Segment Open

class _Factors:
    """What every chunk of one mixture needs, computed once, laid out (k, d, rows) so
    that sums and maxima over the components run over the slowest axis. Rows are
    centred on the mixture mean (smaller terms in the quadratic forms) and carry a
    last coordinate of 1, which folds the constant terms into the GEMMs."""

    def __init__(self, weights: FloatArray, means: FloatArray, precisions: FloatArray,
                 log_dets: FloatArray) -> None:
        k, d = means.shape
        diagonal = np.diagonal(precisions, axis1=1, axis2=2)  # (k, d)
        self.center = weights @ means
        centred = means - self.center
        offsets = np.einsum("kde,ke->kd", precisions, centred)  # P_k mu_k
        self.sd_within = 1.0 / np.sqrt(diagonal)  # (k, d)
        # The standard scores s_kj = (x_j - mean_kj) / sd_kj = sd_kj (P_k x - P_k mu_k)_j
        # of every component in one GEMM.
        self.stacked = (np.concatenate([precisions, -offsets[:, :, None]], axis=2)
                        * self.sd_within[:, :, None]).reshape(k * d, d + 1)
        # log w_k N(x | k) = c_k - (x.z_k - mu_k.z_k) / 2 with z_k = P_k (x - mu_k), x.z_k
        # = sum_j x_j s_kj sqrt(P_k,jj): ``quadratic`` (k, 1, d) weighs the products
        # x_j s_kj, and the GEMM of ``linear`` gives c_k + mu_k.z_k / 2
        # = c_k + (mu_k.P_k x - mu_k.P_k mu_k) / 2.
        self.quadratic = (-0.5 * np.sqrt(diagonal))[:, None, :]
        constants = log_constants(weights, d, log_dets)
        self.linear = np.concatenate(
            [0.5 * offsets, (constants - 0.5 * np.einsum("kd,kd->k", offsets, centred))[:, None]],
            axis=1)
        self.log_diagonal = np.log(diagonal) - LOG_2PI  # h_kj = log(P_k,jj / 2 pi), (k, d)
        self.half_log_diagonal_t = np.ascontiguousarray(0.5 * self.log_diagonal.T)  # (d, k)
        self.sd_within_t = np.ascontiguousarray(self.sd_within.T)
        # half_gaps[k, w]: component k is negligible for every feature of a row on which
        # w has the largest joint when max_j s_kj^2 / 2 + joint_k - joint_w is below it.
        h = self.log_diagonal
        self.half_gaps = 0.5 * (h[:, None, :] - h[None, :, :]).min(axis=2) + LOG_NEGLIGIBLE_SHARE
        others = np.where(np.eye(k, dtype=bool), -np.inf, self.half_gaps)
        self.lone_joint_is_best = bool(
            (np.logaddexp.reduce(others, axis=0) < np.log(NEGLIGIBLE_JOINT)).all())


class _Scratch:
    """Contiguous buffers for chunks of ``rows`` rows, one set per thread: cheap
    passes ran up to 3.5 times as fast on them as on views of the (4, d, n) result."""

    def __init__(self, k: int, d: int, rows: int) -> None:
        self.rows = rows
        self.raw = np.empty((d, rows))  # the chunk's rows, transposed
        self.x = np.empty((d + 1, rows))  # centred, with a row of ones
        self.x[d] = 1.0
        self.scores = np.empty((k * d, rows))
        self.work = np.empty((k, d, rows))
        self.joint = np.empty((k, rows))
        self.relative = np.empty((k, rows))  # the linear terms, then joint_k - joint_w
        self.bound = np.empty((k, rows))
        self.block = np.empty((4, d, rows))
        self.winner_scores = np.empty((d, rows))
        self.offsets = np.arange(d)[:, None] * rows + np.arange(rows)  # of (j, c) in (d, c)
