describe('readings', () => {
  it('stores readings in cm, fits them, and shows the chart data', async () => {
    const w = await world();
    const lamp = await addLamp(w);
    const days = [0, 60, 120, 180];
    for (const d of days) {
      const takenAt = new Date(Date.UTC(2025, 0, 10 + d, 12)).toISOString();
      const r = await addReading(w, lamp.id, {
        takenAt,
        distance: 10,
        distanceUnit: 'in',
        value: 300 * Math.exp(-d / 400),
        unit: 'uvb',
        meter: 'broadband meter',
      });
      expect(r.status, r.text).toBe(201);
      expect(r.body.reading.distanceCm).toBe(25.4);
    }
    const detail = await send(lampRoute.GET, 'GET /api/lamps/[id]', { id: lamp.id, as: w.keeper });
    expect(detail.status).toBe(200);
    expect(detail.body.readings).toHaveLength(4);
    // The first reading falls in the lamp's first 100 hours (burn-in): shown, fitted apart.
    expect(detail.body.lamp.fit).toMatchObject({ kind: 'exponential', certainty: 'fitted', n: 3 });
    expect(detail.body.lamp.fit.tauDays).toBeCloseTo(400, 0);
    expect(detail.body.chart.points).toHaveLength(4);
    expect(detail.body.chart.points.map((p: { use: string }) => p.use)).toEqual([
      'burn-in',
      'fit',
      'fit',
      'fit',
    ]);
    expect(detail.body.lamp.burnIn.baselineTaken).toBe(true);
    expect(detail.body.chart.curve.length).toBeGreaterThan(10);
    // Bearded dragon sheet: UV zone 4's basking UV Index 4.5 (Ferguson et al. 2010, Zoo Biology
    // 29:317–334) through the lamp type's 0.04 UV Index per µW/cm² (from memory) is 112.5 µW/cm²; the
    // sheet's own 115–235 µW/cm² is a shop rule of thumb shown beside it, never the threshold.
    expect(detail.body.lamp.basking.threshold).toBeCloseTo(4.5 / 0.04, 9);
    expect(detail.body.lamp.basking.judgedBy).toMatch(/UV Index 4\.5/);
    expect(detail.body.lamp.basking.ruleOfThumb).toMatch(/shop rule of thumb, 115–235/);
    expect(detail.body.lamp.fallsBelowOn).toMatch(/^\d{4}-\d{2}-\d{2}$/);
  });

  it('refuses readings in the future, before first use, or with a negative value', async () => {
    const w = await world();
    const lamp = await addLamp(w);
    const base = { distance: 30, value: 40, unit: 'uvb' };
    const future = await addReading(w, lamp.id, { ...base, takenAt: '2999-01-01T00:00:00Z' });
    expect(future.status).toBe(400);
    expect(future.body.error.field).toBe('takenAt');
    const early = await addReading(w, lamp.id, { ...base, takenAt: '2024-12-01T00:00:00Z' });
    expect(early.status).toBe(400);
    expect(early.body.error.message).toMatch(/first used on 2025-01-10/);
    const negative = await addReading(w, lamp.id, { ...base, value: -1, takenAt: '2025-02-01T00:00:00Z' });
    expect(negative.status).toBe(400);
    expect(negative.body.error.field).toBe('value');
    expect(await Reading.count()).toBe(0);
  });

  it('records how a reading was taken, takes the lid’s share from the lamp, and names the field it refuses', async () => {
    const w = await world();
    const lamp = await addLamp(w, { baskingTransmission: 0.6 });
    const base = { takenAt: '2025-02-01T10:00:00Z', distance: 30, value: 24, unit: 'uvb' };
    const lid = await addReading(w, lamp.id, { ...base, through: 'lid', warmedUp: 'yes' });
    expect(lid.status, lid.text).toBe(201);
    expect(lid.body.reading).toMatchObject({ through: 'lid', throughTransmission: 0.6, warmedUp: 'yes' });
    const old = await addReading(w, lamp.id, base);
    expect(old.body.reading).toMatchObject({
      through: 'not-recorded',
      throughTransmission: null,
      warmedUp: 'not-recorded',
    });
    const screen = await addReading(w, lamp.id, { ...base, through: 'screen' });
    expect(screen.status).toBe(400);
    expect(screen.body.error.field).toBe('throughTransmission');
    const odd = await addReading(w, lamp.id, { ...base, through: 'window' });
    expect(odd.status).toBe(400);
    expect(odd.body.error.field).toBe('through');
    const warm = await addReading(w, lamp.id, { ...base, warmedUp: 'maybe' });
    expect(warm.body.error.field).toBe('warmedUp');
    // A correction of the set-up alone: the share goes with what it belonged to.
    const id = lid.body.reading.id;
    const fix = await send(readingRoute.PATCH, 'PATCH /api/readings/[id]', {
      id,
      as: w.keeper,
      body: { through: 'nothing' },
    });
    expect(fix.status, fix.text).toBe(200);
    const stored = await Reading.findByPk(id);
    expect([stored?.through, stored?.throughTransmission, stored?.warmedUp]).toEqual([
      'nothing',
      null,
      'yes',
    ]);
  });

  it('corrects and deletes a reading; another keeper cannot', async () => {
    const w = await world();
    const lamp = await addLamp(w);
    const r = await addReading(w, lamp.id, {
      takenAt: '2025-02-01T10:00:00Z',
      distance: 30,
      value: 40,
      unit: 'uvb',
    });
    const id = r.body.reading.id;
    const fix = await send(readingRoute.PATCH, 'PATCH /api/readings/[id]', {
      id,
      as: w.keeper,
      body: { value: 42 },
    });
    expect(fix.status).toBe(200);
    expect(fix.body.reading.value).toBe(42);
    const other = await send(readingRoute.DELETE, 'DELETE /api/readings/[id]', { id, as: w.otherKeeper });
    expect(other.status).toBe(404);
    const del = await send(readingRoute.DELETE, 'DELETE /api/readings/[id]', { id, as: w.keeper });
    expect(del.status).toBe(200);
    expect(await Reading.count()).toBe(0);
  });

  it('retires a lamp, keeping its readings', async () => {
    const w = await world();
    const lamp = await addLamp(w);
    await addReading(w, lamp.id, { takenAt: '2025-02-01T10:00:00Z', distance: 30, value: 40, unit: 'uvb' });
    const retire = (retiredOn: string) =>
      send(lampRoute.PATCH, 'PATCH /api/lamps/[id]', { id: lamp.id, as: w.keeper, body: { retiredOn } });
    const r = await retire('2025-06-01');
    expect(r.status).toBe(200);
    expect(r.body.lamp.status).toBe('retired');
    expect(r.body.readings).toHaveLength(1);
    const before = await retire('2024-06-01');
    expect(before.status).toBe(400);
    expect(before.body.error.field).toBe('retiredOn');
  });
});

describe('calibration', () => {
  async function withDesign(w: World) {
    const design = await Design.create({
      enclosureId: w.enclosure.id,
      name: 'Plan',
      createdById: w.staff.id,
    });
    const file = {
      format: 'baskwell.design',
      version: 2,
      enclosure: { width: 120, height: 60, depth: 60 },
      objects: [t5LampObject()],
    };
    return Variant.create({
      designId: design.id,
      name: 'Variant A',
      designJson: JSON.stringify(file),
      createdById: w.staff.id,
      updatedById: w.staff.id,
    });
  }

  it('proposes the measured uvbAt30 and applies it to the variant, bumping its version', async () => {
    const w = await world();
    const variant = await withDesign(w);
    const lamp = await addLamp(w);
    for (const [d, uvb, uvi] of [
      [0, 60, 2.4],
      [90, 51, 2.04],
      [180, 43.4, 1.74],
    ] as const) {
      const takenAt = new Date(Date.UTC(2025, 0, 10 + d, 12)).toISOString();
      expect((await addReading(w, lamp.id, { takenAt, distance: 30, value: uvb, unit: 'uvb' })).status).toBe(
        201,
      );
      expect((await addReading(w, lamp.id, { takenAt, distance: 30, value: uvi, unit: 'uvi' })).status).toBe(
        201,
      );
    }
    const path = `/api/lamps/${lamp.id}/calibration`;
    const proposal = await call(calibrationRoute.GET, { path, params: { id: lamp.id }, as: w.keeper });
    expect(proposal.status).toBe(200);
    const target = proposal.body.targets[0];
    expect(target.variant.id).toBe(variant.id);
    expect(target.calibration.ok).toBe(true);
    expect(target.calibration.fields.uvbAt30).toBeCloseTo(60, -1);
    expect(target.calibration.fields.uviPerUvb).toBeCloseTo(0.04, 3);
    expect(target.calibration.calibrated.from).toBe(6);

    // Applying it to the variant as saved at `baseVersion`.
    const apply = (baseVersion: number) =>
      call(calibrationRoute.POST, {
        method: 'POST',
        path,
        params: { id: lamp.id },
        as: w.keeper,
        body: { variantId: variant.id, baseVersion },
      });
    const stale = await apply(7);
    expect(stale.status).toBe(409);
    const applied = await apply(1);
    expect(applied.status, applied.text).toBe(200);
    expect(applied.body.variant.version).toBe(2);
    const stored = JSON.parse((await Variant.findByPk(variant.id))!.designJson);
    expect(stored.objects[0].uvbAt30).toBe(target.calibration.fields.uvbAt30);
    expect(stored.objects[0].decay.points[0]).toEqual([0, 1]);
    // The lamp carries the note the studio shows: the day of the newest reading and what it was fitted from.
    expect(target.calibration.calibrated.at).toBe('2025-07-09');
    expect(stored.objects[0].calibration).toEqual({ at: '2025-07-09', from: '6 meter readings' });
    expect(applied.body.object.calibration).toEqual({ at: '2025-07-09', from: '6 meter readings' });
  });

  it('says what is missing when the lamp is not linked to a design lamp', async () => {
    const w = await world();
    const lamp = await addLamp(w, { designObjectId: null });
    const r = await send(calibrationRoute.GET, 'GET /api/lamps/[id]/calibration', {
      id: lamp.id,
      as: w.keeper,
    });
    expect(r.body.targets).toEqual([]);
    expect(r.body.hint).toMatch(/Link this lamp/);
  });

  it('fits on an engine worker thread, with the same figures as fitting on this one', async () => {
    const w = await world();
    await withDesign(w);
    const lamp = await addLamp(w);
    for (const [d, uvb] of [
      [0, 60],
      [60, 55],
      [120, 50.5],
      [200, 45],
    ] as const) {
      const takenAt = new Date(Date.UTC(2025, 0, 10 + d, 12)).toISOString();
      expect((await addReading(w, lamp.id, { takenAt, distance: 30, value: uvb, unit: 'uvb' })).status).toBe(
        201,
      );
    }
    const tasks = () => enginePool().stats.tasks;
    const before = tasks();
    const detail = await send(lampRoute.GET, 'GET /api/lamps/[id]', { id: lamp.id, as: w.keeper });
    expect(detail.status, detail.text).toBe(200);
    expect(tasks()).toBe(before + 1);
    const proposal = await send(calibrationRoute.GET, 'GET /api/lamps/[id]/calibration', {
      id: lamp.id,
      as: w.keeper,
    });
    expect(proposal.status, proposal.text).toBe(200);
    expect(tasks()).toBe(before + 2);

    // The same pure functions on this thread give the same answers.
    const row = (await Lamp.findByPk(lamp.id))!;
    const type = lampTypeDto((await LampType.findByPk(row.lampTypeId))!);
    const readings = (await Reading.findAll({ where: { lampId: lamp.id }, order: [['takenAt', 'ASC']] })).map(
      readingFacts,
    );
    const facts = lampFacts(row, type);
    const here = lampChart({ facts, readings, need: null, today: todayIso() });
    expect(detail.body.chart.curve).toEqual(JSON.parse(JSON.stringify(here.curve)));
    expect(detail.body.chart.points).toEqual(JSON.parse(JSON.stringify(here.outlook.points)));
    const target = proposal.body.targets[0];
    expect(target.calibration).toEqual(
      JSON.parse(JSON.stringify(calibrate(facts, readings, target.object, todayIso()))),
    );

    // Viewed again unchanged the same day, the lamp reuses its fit; a new reading makes a new one.
    const view = () =>
      call(lampRoute.GET, { path: `/api/lamps/${lamp.id}`, params: { id: lamp.id }, as: w.keeper });
    const again = await view();
    expect(tasks()).toBe(before + 2);
    expect(again.body.chart).toEqual(detail.body.chart);
    const takenAt = new Date(Date.UTC(2025, 0, 250, 12)).toISOString();
    expect((await addReading(w, lamp.id, { takenAt, distance: 30, value: 40, unit: 'uvb' })).status).toBe(
      201,
    );
    const after = await view();
    expect(tasks()).toBeGreaterThan(before + 2);
    expect(after.body.chart.points).toHaveLength(detail.body.chart.points.length + 1);
    expect(after.body.chart.curve).not.toEqual(detail.body.chart.curve);
  });
});
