import { describe, expect, it } from 'vitest';
import { numberLines, sourcesFor } from './finding-numbers';

/** A passed finding with only the numbers these lines are made from. */
const passed = (id: string, numbers: Record<string, number>) => ({
  id,
  status: 'pass' as const,
  title: '',
  message: '',
  numbers,
});

describe('finding numbers', () => {
  it('labels the numbers and joins ranges with their unit', () => {
    const lines = numberLines(passed('hot-spot', { hotC: 43.83, targetLo: 40, targetHi: 45 }));
    expect(lines).toEqual([
      { key: 'hotC', label: 'Hottest reachable surface', value: '43.8 °C' },
      { key: 'targetLo', label: 'Target on the species sheet', value: '40–45 °C' },
    ]);
  });

  it('shows shares as percentages and zone ranges in UV Index', () => {
    const lines = numberLines(
      passed('basking-uvi', { maxUvi: 4.7, zone: 4, zoneMaxLo: 4.5, zoneMaxHi: 9.5 }),
    );
    expect(lines.map((l) => l.value)).toEqual(['4.7', '4.5–9.5 UVI']);
    const share = numberLines(passed('uv-refuge', { refugeShare: 0.44 }));
    expect(share[0]!.value).toBe('44 %');
  });

  it('finds the sheet source behind a finding', () => {
    const sources = [
      { citation: 'A', confidence: 'x', covers: ['uvZone' as const] },
      { citation: 'B', confidence: 'y', covers: ['baskingSurfaceC' as const] },
    ];
    expect(sourcesFor('hot-spot', sources).map((s) => s.citation)).toEqual(['B']);
    expect(sourcesFor('basking-uvi', sources).map((s) => s.citation)).toEqual(['A']);
    expect(sourcesFor('lamp-in-reach', sources)).toEqual([]);
  });
});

Segment Closed

__PROMPT__. Copy out each line in the preceding records that contains "toBeGreaterThan".

__TASK RESPONSE__.
    expect(detail.body.chart.curve.length).toBeGreaterThan(10);
    expect(tasks()).toBeGreaterThan(before + 2);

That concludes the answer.